Het verloop van de procedure blijkt uit:
  • een e-mailbericht van verzoekster van 20 mei 2021 met daarin het wrakingsverzoek gericht tegen mr. M.A.A.T. Engbers (het eerste wrakingsverzoek);
  • het proces-verbaal van de zitting van 20 mei 2021 met daarin de mededeling van mr. M.A.A.T. Engbers dat zij de zaak niet kan behandelen in verband met het voorafgaande aan de zitting door verzoekster ingediende wrakingsverzoek;
  • een e-mail van mr. D. Fasseur van 27 mei 2021 met daarin het verzoek tot uitstel van de zitting van de wrakingskamer van 11 juni 2021;
  • de schriftelijke reactie van mr. M.A.A.T. Engbers van 28 mei 2021;
  • een brief van het secretariaat van de wrakingskamer van 1 juni 2021 met daarin de mededeling dat de wrakingskamer het uitstelverzoek toewijst en het wrakingsverzoek zal behandelen op de zitting van 22 juni 2021;
  • een brief van het secretariaat van de wrakingskamer van 16 juni 2021 waarin de samenstelling van de wrakingskamer van 22 juni 2021 wordt meegedeeld;
  • een e-mail van mr.
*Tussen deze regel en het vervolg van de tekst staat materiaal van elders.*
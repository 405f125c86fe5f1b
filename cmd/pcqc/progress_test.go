package main

import (
	"bytes"
	"strings"
	"testing"
)

func TestProgressBarDrawsAndFinishesLines(t *testing.T) {
	var b bytes.Buffer
	p := &progressBar{w: &b}
	p.update("bootstrap", 1, 4)
	p.update("bootstrap", 2, 4) // within 100 ms of the last draw: skipped
	p.update("bootstrap", 4, 4) // the last one is always drawn
	out := b.String()
	if !strings.Contains(out, "bootstrap") || !strings.Contains(out, "1/4") || !strings.HasSuffix(out, "4/4\n") || strings.Contains(out, "2/4") {
		t.Errorf("progress output %q", out)
	}
	// Not a terminal: no progress at all.
	if newProgress(&b, false) != nil {
		t.Error("progress bar on a non-terminal writer")
	}
}
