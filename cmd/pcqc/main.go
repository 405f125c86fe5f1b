// Command pcqc audits a principal component analysis and writes the
// evidence: result tables, a JSON summary and (in later subcommands) a
// report. Run `pcqc help` for the commands.
//
// This file and its siblings hold the command line only: flags,
// subcommands, exit statuses and the wiring between the analysis, checks and
// report packages. No statistics are computed here.
package main

import (
	"errors"
	"fmt"
	"io"
	"os"
	"runtime/pprof"

	"pcqc/analysis"
)

// Version is the pcqc version, written into every output.
const Version = "0.1.0"

// Exit statuses.
const (
	exitOK     = 0 // success, and no check reached the --fail-on level
	exitChecks = 1 // outputs written, but a check reached the --fail-on level
	exitUsage  = 2 // usage or input error; nothing written
	exitOutput = 3 // the outputs could not be written
)

// usageError is a mistake in the command line.
type usageError struct{ msg string }

func (e *usageError) Error() string { return e.msg }

func usagef(format string, a ...any) error { return &usageError{fmt.Sprintf(format, a...)} }

// outputError is a failure to write the outputs.
type outputError struct{ err error }

func (e *outputError) Error() string { return e.err.Error() }

type command struct {
	name    string
	summary string
	usage   string
	help    string
	run     func(args []string, stdout, stderr io.Writer) (int, error)
}

var commands []*command

func init() {
	commands = []*command{runCommand, reviewCommand, applyCommand, demoCommand, versionCommand, helpCommand}
}

func lookupCommand(name string) *command {
	for _, c := range commands {
		if c.name == name {
			return c
		}
	}
	return nil
}

func main() {
	// PCQC_CPUPROFILE=file writes a CPU profile, for developers measuring
	// the whole process (see bench/).
	if path := os.Getenv("PCQC_CPUPROFILE"); path != "" {
		if f, err := os.Create(path); err == nil {
			pprof.StartCPUProfile(f)
			status := runProcess(os.Args[1:])
			pprof.StopCPUProfile()
			f.Close()
			os.Exit(status)
		}
	}
	os.Exit(runProcess(os.Args[1:]))
}

// runProcess runs pcqc as a process: with interrupts handled.
func runProcess(args []string) int {
	stop := handleInterrupts(os.Stderr)
	defer stop()
	return mainWithArgs(args, os.Stdout, os.Stderr)
}

// mainWithArgs runs pcqc and returns its exit status; tests call it directly.
func mainWithArgs(args []string, stdout, stderr io.Writer) int {
	if len(args) == 0 {
		printTopHelp(stderr)
		return exitUsage
	}
	c := lookupCommand(args[0])
	if c == nil {
		fmt.Fprintf(stderr, "pcqc: unknown command %q; run 'pcqc help' for the list\n", args[0])
		return exitUsage
	}
	status, err := c.run(args[1:], stdout, stderr)
	if err != nil {
		fmt.Fprintf(stderr, "pcqc %s: %s\n", c.name, oneLine(err.Error()))
		return statusFor(err)
	}
	return status
}

func statusFor(err error) int {
	var ue *usageError
	var ie *analysis.InputError
	var oe *outputError
	switch {
	case errors.As(err, &ue), errors.As(err, &ie):
		return exitUsage
	case errors.As(err, &oe):
		return exitOutput
	}
	return exitUsage
}

// oneLine keeps an error message on one line of stderr.
func oneLine(s string) string {
	out := []rune{}
	for _, r := range s {
		if r == '\n' || r == '\r' {
			r = ' '
		}
		out = append(out, r)
	}
	return string(out)
}
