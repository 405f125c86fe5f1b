package main

import (
	"crypto/sha256"
	"io/fs"
	"os"
	"path/filepath"
	"strings"
	"testing"
)

// treeHashes returns the SHA-256 of every file below dir, and every folder.
func treeHashes(t *testing.T, dir string) map[string][32]byte {
	t.Helper()
	got := map[string][32]byte{}
	err := filepath.WalkDir(dir, func(path string, d fs.DirEntry, err error) error {
		if err != nil {
			return err
		}
		rel, _ := filepath.Rel(dir, path)
		if d.IsDir() {
			got[rel+"/"] = [32]byte{}
			return nil
		}
		b, err := os.ReadFile(path)
		if err != nil {
			return err
		}
		got[rel] = sha256.Sum256(b)
		return nil
	})
	if err != nil {
		t.Fatal(err)
	}
	return got
}

func sameTree(a, b map[string][32]byte) bool {
	if len(a) != len(b) {
		return false
	}
	for k, v := range a {
		if w, ok := b[k]; !ok || w != v {
			return false
		}
	}
	return true
}

// --force never replaces or deletes a folder pcqc did not write, nor one
// that holds what the run reads, the current folder, the home folder or the
// root; each is refused with exit status 2 before the input is even read
// (the data file here is not a valid table, so an error about the output
// folder proves the order), and the user's files stay byte-identical.
func TestForceNeverDestroysTheUsersFiles(t *testing.T) {
	base := t.TempDir()
	home := filepath.Join(base, "home")
	proj := filepath.Join(home, "proj")
	files := map[string]string{
		"data.csv":          "this is not a table\n",
		"thesis.tex":        "chapter one",
		"sub/notes.txt":     "notes",
		".git/HEAD":         "ref: refs/heads/main\n",
		"old-audit/foo.txt": "not pcqc's",
	}
	for name, content := range files {
		path := filepath.Join(proj, filepath.FromSlash(name))
		os.MkdirAll(filepath.Dir(path), 0o755)
		os.WriteFile(path, []byte(content), 0o644)
	}
	inputs := filepath.Join(base, "inputs")
	os.MkdirAll(inputs, 0o755)
	os.WriteFile(filepath.Join(inputs, "table.csv"), []byte("not a table either\n"), 0o644)
	t.Setenv("HOME", home)
	wd, _ := os.Getwd()
	if err := os.Chdir(filepath.Join(proj, "sub")); err != nil {
		t.Fatal(err)
	}
	defer os.Chdir(wd)
	data := filepath.Join(proj, "data.csv")
	before := treeHashes(t, base)

	cases := []struct {
		name string
		args []string
		want string
	}{
		{"folder holding the input", []string{"run", filepath.Join(inputs, "table.csv"), "--out", inputs, "--force"}, "which this run reads"},
		{"folder holding input and current folder", []string{"run", data, "--out", proj, "--force"}, "current folder"},
		{"input's folder, relative", []string{"run", "../data.csv", "--out", "..", "--force"}, "current folder"},
		{"current folder", []string{"run", data, "--out", ".", "--force"}, "current folder"},
		{"current folder by its path", []string{"run", data, "--out", filepath.Join(proj, "sub"), "--force"}, "current folder"},
		{"home", []string{"run", data, "--out", home, "--force"}, "home folder"},
		{"home by tilde", []string{"run", data, "--out", home + "/", "--force"}, "home folder"},
		{"root", []string{"run", data, "--out", "/", "--force"}, "root of the file system"},
		{"a folder pcqc did not write", []string{"run", data, "--out", filepath.Join(proj, "old-audit"), "--force"}, "pcqc did not write"},
		{"the data file itself", []string{"run", data, "--out", data, "--force"}, "which this run reads"},
		{"demo into home", []string{"demo", "--out", home, "--force"}, "home folder"},
		{"review over their loadings", []string{"review", data, "--loadings", filepath.Join(proj, "sub", "notes.txt"), "--out", filepath.Join(proj, "sub"), "--force"}, "current folder"},
		{"apply into the audit folder", []string{"apply", filepath.Join(proj, "old-audit"), data, "--out", filepath.Join(proj, "old-audit"), "--force"}, "which this run reads"},
	}
	for _, c := range cases {
		t.Run(c.name, func(t *testing.T) {
			status, stdout, stderr := runPCQC(t, c.args...)
			if status != exitUsage || !strings.Contains(stderr, c.want) || strings.Count(stderr, "\n") != 1 {
				t.Errorf("status %d, stderr %q; want status 2 and one line saying %q", status, stderr, c.want)
			}
			if strings.Contains(stdout, "wrote") {
				t.Errorf("stdout says it wrote: %q", stdout)
			}
			if !sameTree(before, treeHashes(t, base)) {
				t.Fatal("the user's files changed")
			}
		})
	}
}

// --force onto a folder pcqc wrote still replaces it, stamp and all.
func TestForceReplacesStampedFolder(t *testing.T) {
	out := filepath.Join(t.TempDir(), "audit")
	for i := 0; i < 2; i++ {
		if status, _, stderr := runPCQC(t, "run", usarrestsPath, "--out", out, "--force", "--bootstrap", "0", "--format", "none"); status != exitOK {
			t.Fatalf("run %d: %d %s", i, status, stderr)
		}
	}
	stamp, err := os.ReadFile(filepath.Join(out, ".pcqc-output.json"))
	if err != nil || !strings.Contains(string(stamp), `"summary.json"`) || !strings.Contains(string(stamp), `"written_by": "pcqc"`) {
		t.Errorf("stamp: %s %v", stamp, err)
	}
}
D. Fasseur van 18 juni 2021 met daarin het verzoek tot uitstel van de zitting van 22 juni 2021 om 15.30 uur;
  • een e-mail van het secretariaat van de wrakingskamer van 21 juni 2021 met daarin de mededeling dat de voorzitter van de wrakingskamer het verzoek tot uitstel afwijst;
  • een e-mail van verzoekster van 22 juni 2021 om 14.23 uur met daarin een wrakingsverzoek gericht tegen de wrakingskamer, in het bijzonder gericht tegen mr. C.S.K. Fung Fen Chung (het tweede wrakingsverzoek);
  • een e-mail van het secretariaat van de wrakingskamer van 22 juni 2021 om 15.10 uur met daarin de mededeling dat de wrakingskamer het tweede wrakingsverzoek buiten behandeling laat en dat de zitting doorgang zal vinden.
1.2.
Het eerste wrakingsverzoek is op 22 juni 2021 in het openbaar behandeld door de meervoudige kamer voor de behandeling van wrakingszaken (verder: de wrakingskamer).
Bij de mondelinge behandeling zijn verschenen mr. M.A.A.T. Engbers, mr. Q.A.L.M. Gijsbers, mevrouw [A] en de heer [B] . Verzoekster en haar advocaat zijn niet verschenen.
1.3.
De uitspraak is bepaald op heden.

2.Het verzoek tot wraking van de leden van de wrakingskamer

2.1.
Verzoekster heeft kort voorafgaand aan de mondelinge behandeling van het eerste wrakingsverzoek de wrakingskamer gewraakt en in het bijzonder mr. C.S.K. Fung Fen Chung. Aan dit verzoek heeft zij ten grondslag gelegd dat de schijn van partijdigheid is gewekt, omdat de wrakingskamer het uitstelverzoek van 18 juni 2021 heeft afgewezen. Haar medische situatie is zodanig verslechterd dat zij de zitting niet heeft kunnen voorbereiden met haar gemachtigde. Haar gemachtigde kan haar daarom niet vertegenwoordigen op de zitting van 22 juni 2021. De wraking richt zich in het bijzonder tegen mr. C.S.K. Fung Fen Chung. Haar aantoonbare familiaire banden met de medische sector veroorzaken belangenverstrengeling en dit roept volgens verzoekster de schijn van partijdigheid op.
2.2.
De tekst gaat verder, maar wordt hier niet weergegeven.